Le mar. 30 juil. 2019 à 17:59, Matt Sicker <boa...@gmail.com> a écrit :
>
> On Tue, 30 Jul 2019 at 08:50, Gilles Sadowski <gillese...@gmail.com> wrote:
> > I certainly agree with Gary as to why "Commons" is not there being a
> > practical issue (of no concerted road map and lacking developers to
> > implement it).  However, did I understand correctly that you consider
> > such a development to be useless?  I.e. rather than updating "Commons"
> > do you suggest that application developers should not use it?
>
> I meant that writing Commons libraries for functional programming
> still isn't possible with Java's limited generics and type system.

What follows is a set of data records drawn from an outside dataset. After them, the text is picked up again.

"""Who did what (events, created_by), erasure of versions and segmentations, and drift-report retention."""

from __future__ import annotations

import sqlite3

import pytest
from fastapi.testclient import TestClient

from service.app import create_app
from service.settings import Settings
from service.store import FilesystemStore
from tests.conftest import records_from

NAME = "shop"
BASE = f"/v1/segmentations/{NAME}"


@pytest.fixture
def two_versions(client, iris):
    """'shop' v1 (live) and v2; a label and a drift report on each version."""
    body = {"records": records_from(iris), "k": 2}
    for _ in range(2):
        assert client.post(f"{BASE}/fit", json=body).status_code == 201
    for version in (1, 2):
        assert client.patch(f"{BASE}/versions/{version}/segments/0", json={"label": f"l{version}"}).status_code == 200
        assert client.post(f"{BASE}/drift?version={version}", json={"records": records_from(iris)}).status_code == 200
    return client


def _rows(client, table: str, name: str = NAME) -> list[tuple]:
    with sqlite3.connect(client.app.state.settings.store_dir / "index.sqlite3") as db:
        return db.execute(f"SELECT * FROM {table} WHERE name=?", (name,)).fetchall()


def _files(client, version: int | None = None) -> list[str]:
    folder = client.app.state.settings.store_dir / "segmentations" / NAME
    pattern = "*" if version is None else f"v{version:06d}.*"
    return sorted(p.name for p in folder.glob(pattern)) if folder.exists() else []


def _version_paths(client, version: int) -> list:
    """A version's report file and its two artifact objects (serving, analysts')."""
    store = client.app.state.store
    report = client.app.state.settings.store_dir / "segmentations" / NAME / f"v{version:06d}.json"
    return [report, store.artifact_path(NAME, version), store.fitted_path(NAME, version)]


def _objects(client) -> list[str]:
    return sorted(p.name for p in (client.app.state.settings.store_dir / "objects").rglob("*") if p.is_file())


# --------------------------------------------------------------------------- events
def test_events_newest_first_and_created_by(two_versions):
    client = two_versions
    assert client.put(f"{BASE}/live", json={"version": 2}).status_code == 200
    detail = client.get(BASE).json()
    actions = [(e["action"], e["version"]) for e in detail["events"]]
    assert actions == [("set_live", 2), ("label", 2), ("label", 1), ("fit", 2), ("fit", 1)]
    assert all(e["actor"] == "local" for e in detail["events"])      # auth is off in this fixture
    assert detail["events"][0]["details"] == {"previous": 1, "change": "promote"}
    assert client.put(f"{BASE}/live", json={"version": 1}).status_code == 200
    assert client.get(BASE).json()["events"][0]["details"] == {"previous": 2, "change": "roll_back"}
    assert detail["events"][1]["details"] == {"segment": 0, "label": "l2"}
    ats = [e["at"] for e in detail["events"]]
    assert ats == sorted(ats, reverse=True) and all(a.endswith("Z") and len(a) == 20 for a in ats)
    assert [v["created_by"] for v in detail["versions"]] == ["local", "local"]


def test_a_cli_fit_is_recorded_as_cli(tmp_path, iris):
    from service.cli import fit_csv_into_store
    import pandas as pd

    settings = Settings(store_dir=tmp_path / "s")
    csv = pd.DataFrame(iris.data, columns=iris.feature_names).to_csv(index=False).encode()
    fit_csv_into_store(settings, NAME, csv, {"k": 2})
    detail = FilesystemStore(settings.store_dir).get_segmentation(NAME)
    assert detail["versions"][0]["created_by"] == "cli"
    assert detail["events"][0]["actor"] == "cli"


# --------------------------------------------------------------------------- deleting a version
def test_delete_a_version_erases_it_and_what_hangs_on_it(two_versions):
    client = two_versions
    second, first = _version_paths(client, 2), _version_paths(client, 1)
    assert all(path.exists() for path in second + first)         # artifacts and report exist
    # The two fits had the same input and seed: one pair of content-addressed objects serves both versions.
    assert second[1:] == first[1:]
    # Loads v2 into the server's cache (the empty record itself is refused: too many missing values).
    assert client.post(f"{BASE}/assign?version=2", json={"records": [{}]}).status_code == 422
    response = client.delete(f"{BASE}/versions/2")
    assert response.status_code == 204 and response.content == b""
    assert client.get(f"{BASE}/versions/2").status_code == 404
    assert client.post(f"{BASE}/assign?version=2", json={"records": [{}]}).status_code == 404
    assert _files(client, 2) == [] and not second[0].exists()
    assert all(path.exists() for path in first)                  # the other version's files (shared objects too)
    assert [row[1] for row in _rows(client, "labels")] == [1]
    assert {row[3] for row in _rows(client, "drift_reports")} == {1}
    detail = client.get(BASE).json()
    assert [v["version"] for v in detail["versions"]] == [1]
    assert (detail["events"][0]["action"], detail["events"][0]["version"]) == ("delete_version", 2)
    assert detail["events"][0]["details"] == {"drift_reports": 1}


def test_the_next_fit_after_deleting_the_latest_version_gets_a_new_number(two_versions, iris):
    client = two_versions
    assert client.delete(f"{BASE}/versions/2").status_code == 204
    report = client.post(f"{BASE}/fit", json={"records": records_from(iris), "k": 2}).json()
    assert report["version"] == 3


def test_deleting_the_live_version_is_409_and_changes_nothing(two_versions):
    client = two_versions
    before = client.get(BASE).json()
    response = client.delete(f"{BASE}/versions/1")
    assert response.status_code == 409
    assert "live" in response.json()["detail"]
    assert client.get(BASE).json() == before
    assert all(path.exists() for path in _version_paths(client, 1))


@pytest.mark.parametrize("path, status", [(f"{BASE}/versions/9", 404), ("/v1/segmentations/nope/versions/1", 404),
                                          ("/v1/segmentations/nope", 404), ("/v1/segmentations/Bad!", 422)])
def test_deleting_what_does_not_exist(two_versions, path, status):
    assert two_versions.delete(path).status_code == status


# --------------------------------------------------------------------------- deleting a segmentation
def test_delete_a_segmentation_erases_everything_but_the_event(two_versions, iris):
    client = two_versions
    assert client.delete(BASE).status_code == 204
    assert client.get(BASE).status_code == 404
    assert client.get("/v1/segmentations").json() == {"segmentations": []}
    assert _files(client) == [] and _objects(client) == []
    assert not (client.app.state.settings.store_dir / "segmentations" / NAME).exists()
    for table in ("segmentations", "versions", "labels", "drift_reports"):
        assert _rows(client, table) == [], table
    events = client.app.state.store.events(NAME, limit=10)
    assert [(e["action"], e["actor"]) for e in events] == [("delete_segmentation", "local")]
    assert events[0]["details"] == {"versions": [1, 2], "drift_reports": 2}
    # A new segmentation of the same name starts at version 1; its history starts at the deletion.
    assert client.post(f"{BASE}/fit", json={"records": records_from(iris), "k": 2}).json()["version"] == 1
    detail = client.get(BASE).json()
    assert [e["action"] for e in detail["events"]] == ["fit", "delete_segmentation"]
    assert [v["created_by"] for v in detail["versions"]] == ["local"]
    assert client.get(f"{BASE}/drift").json() == {"reports": []}


# --------------------------------------------------------------------------- drift-report retention
def test_retention_deletes_old_drift_reports_at_start_up(tmp_path, iris):
    settings = Settings(store_dir=tmp_path / "s", drift_retention_days=30)
    with TestClient(create_app(settings)) as client:
        assert client.post(f"{BASE}/fit", json={"records": records_from(iris), "k": 2}).status_code == 201
        fresh = client.post(f"{BASE}/drift", json={"records": records_from(iris)}).json()
    store = FilesystemStore(settings.store_dir)
    store.save_drift_report({**fresh, "id": "old-one", "created_at": "2020-01-01T00:00:00Z"})
    assert len(store.list_drift_reports(NAME, version=None, limit=10)) == 2
    with TestClient(create_app(settings)) as client:       # start-up applies the retention
        ids = [r["id"] for r in client.get(f"{BASE}/drift").json()["reports"]]
    assert ids == [fresh["id"]]
    event = store.events(None, limit=1)[0]
    assert (event["action"], event["actor"], event["details"]["deleted"]) == ("prune_drift_reports", "server", 1)


def test_retention_zero_keeps_every_report(tmp_path, iris):
    settings = Settings(store_dir=tmp_path / "s")
    assert settings.drift_retention_days == 0
    with TestClient(create_app(settings)) as client:
        client.post(f"{BASE}/fit", json={"records": records_from(iris), "k": 2})
        fresh = client.post(f"{BASE}/drift", json={"records": records_from(iris)}).json()
    FilesystemStore(settings.store_dir).save_drift_report({**fresh, "id": "old", "created_at": "2020-01-01T00:00:00Z"})
    with TestClient(create_app(settings)) as client:
        assert len(client.get(f"{BASE}/drift").json()["reports"]) == 2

I'm
> talking about higher kinded types, dependent types, monads, functors,
> etc. While there are some Java libraries out there that attempt to do
> this [1] [2], there's no "natural" way to express type classes and
> other functional programming concepts in Java. Considering the lack of
> Kotlin and Scala libraries in Commons at the moment, I'd conclude that
> this isn't the most appropriate place for functional programming
> libraries at the moment. Or maybe more accurately, Commons doesn't
> have any libraries for this yet (not like we're limited to purely Java
> here).

IIUC, the OP says that "Commons" is lagging behind JDK 8, while
you say that even more recent JDKs lacks the required features.

[Assuming that we *are* limited to Java if the purpose is to provide
tools for Java programmers.]

Thanks for the pointers.  I only had a very brief look; IIUC, it means
that what "Commons" could do in the direction pointed at by the OP,
is already available elsewhere (?).
If so, does it suggest that we must somehow interoperate with those
libraries (rather than expend effort to duplicate the functionality)?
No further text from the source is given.